Studio album by Crystal Kay
- Released: March 2, 2005
- Recorded: 2004–2005
- Genre: J-pop, R&B
- Length: 60:10
- Label: Epic

Crystal Kay chronology
| CK5 (2004) | Crystal Style (2005) | Call Me Miss... (2006) |

Singles from Crystal Style
- "Bye My Darling!" Released: November 17, 2004; "Kiss" Released: January 26, 2005;

= Crystal Style =

Crystal Style is Crystal Kay's fifth studio album.
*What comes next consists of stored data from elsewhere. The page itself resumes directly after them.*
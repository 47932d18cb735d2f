package lyate.window;

import java.util.ArrayList;
import java.util.Comparator;
import java.util.List;
import java.util.Map;
import lyate.acidity.Acidity.Basis;
import lyate.acidity.Acidity.Contribution;
import lyate.acidity.Acidity.Effect;
import lyate.acidity.Acidity;
import lyate.molecule.Molecule;
import lyate.report.Words;
import lyate.review.Finding.Severity;
import lyate.review.Finding;
import lyate.review.FindingKind;
import lyate.review.Review;
import lyate.review.ReviewException;
import lyate.review.Reviewer;
import lyate.review.Step;
import lyate.review.Transfer;
import lyate.review.Verdict;
import lyate.stock.KnownPKa;
import lyate.stock.Medium;

/**
 * A reviewer for tests of the window: every number is made up from the element alone, so that a test knows what must
 * appear on screen. It says nothing about chemistry.
 */
final class InventedReviewer implements Reviewer {

    @Override
    public Review review(Step step) throws ReviewException {
        Molecule substrate = step.substrate();
        double basePKa = step.base().pKa(Medium.DMSO).map(KnownPKa::pKa).orElse(20.0);
        List<Transfer> transfers = new ArrayList<>();
        for (int atom = 0; atom < substrate.atomCount(); atom++) {
            if (substrate.hydrogens(atom) > 0) {
                transfers.add(transfer(substrate.label(atom), List.of(atom), pKa(substrate, atom), basePKa, step.equivalents()));
            }
        }
        transfers.add(transfer("solvent", List.of(), 33.4, basePKa, 0));
        transfers.add(transfer("water", List.of(), 31.4, basePKa, 1));
        transfers.sort(Comparator.comparingDouble(transfer -> transfer.acidity().pKa()));
        String first = transfers.get(0).donor();
        String intended = step.intendedSite().orElse(first);
        Transfer meant = transfers.stream().filter(transfer -> transfer.donor().equals(intended)).findFirst()
                .orElseThrow(() -> new ReviewException(intended + " carries no hydrogen"));
        boolean right = intended.equals(first);
        return new Review(step, right ? Verdict.SELECTIVE : Verdict.WRONG_SITE, 0.93,
                Map.of(Verdict.WRONG_SITE, right ? 0.0 : 0.93, Verdict.SELECTIVE, right ? 0.93 : 0.0, Verdict.UNDECIDED, 0.07),
                intended, first, step.base().name(), meant.logK(), meant.percentTaken(), right ? 2 : 100, transfers, findings(),
                List.of("A second equivalent would take both protons.", "The scale in DMSO decides because the base is strong."),
                List.of("The solvent is as dry as stated."));
    }

    private static double pKa(Molecule substrate, int atom) {
        return switch (substrate.symbol(atom)) {
            case "O" -> 17.4;
            case "N" -> 21.1;
            default -> substrate.aromatic(atom) ? 39.5 : 30 + atom % 7;
        };
    }

    private static Transfer transfer(String donor, List<Integer> atoms, double pKa, double basePKa, double equivalents) {
        double logK = basePKa - pKa;
        Acidity acidity = new Acidity(pKa, 0.8, Medium.DMSO, Basis.ESTIMATED, List.of(new Contribution("class value", Effect.ATOM, pKa + 1, atoms),
                new Contribution("ortho methyl", Effect.STERICS, -1, atoms)), List.of(), List.of(), "invented spread",
                List.of(), "invented for a test");
        double taken = logK < 0 || donor.equals("solvent") ? 0 : donor.startsWith("O") || equivalents > 1.9 ? 99.95 : 5;
        return new Transfer(donor, atoms, acidity, logK, 1.2, -5.708 * logK, taken, "DMSO scale: strong base");
    }

    private static List<Finding> findings() {
        return List.of(
                new Finding(Severity.STOP, FindingKind.UNINTENDED_DEPROTONATION, "The base is used up by a proton that was not meant.",
                        List.of("pKa 17.4 against 21.1 in DMSO", "1.05 eq. of base"), List.of(0), "follows from the pKa values"),
                new Finding(Severity.CAUTION, FindingKind.SECOND_EQUIVALENT_NEEDED, "A second equivalent takes the intended proton too; the more basic anion then reacts first with one equivalent of electrophile.",
                        List.of("log K " + Words.signed(14.2)), List.of(), "common practice"),
                new Finding(Severity.NOTE, FindingKind.MOISTURE, "Water in the solvent takes 1.9 % of the base.", List.of("100 ppm"), List.of(), "follows from the amounts"),
                new Finding(Severity.CAUTION, FindingKind.GAS_EVOLVED, "Hydrogen is given off: 25 mL per mmol of base at 25 \u00b0C. Vent, keep away from flames.",
                        List.of("1 mol per mol"), List.of(), "stoichiometry"));
    }
}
Unlike Crystal's last three albums, this record is more pop oriented and features more foreign producers, including Ashley Ingram and Jamelia. It was released in two different versions: a regular CD edition and a limited CD+DVD edition containing an English version of "MAKE YOU MINE", a DVD with her recent music videos, and a slipcase. There were only two singles released leading up to Crystal's Style.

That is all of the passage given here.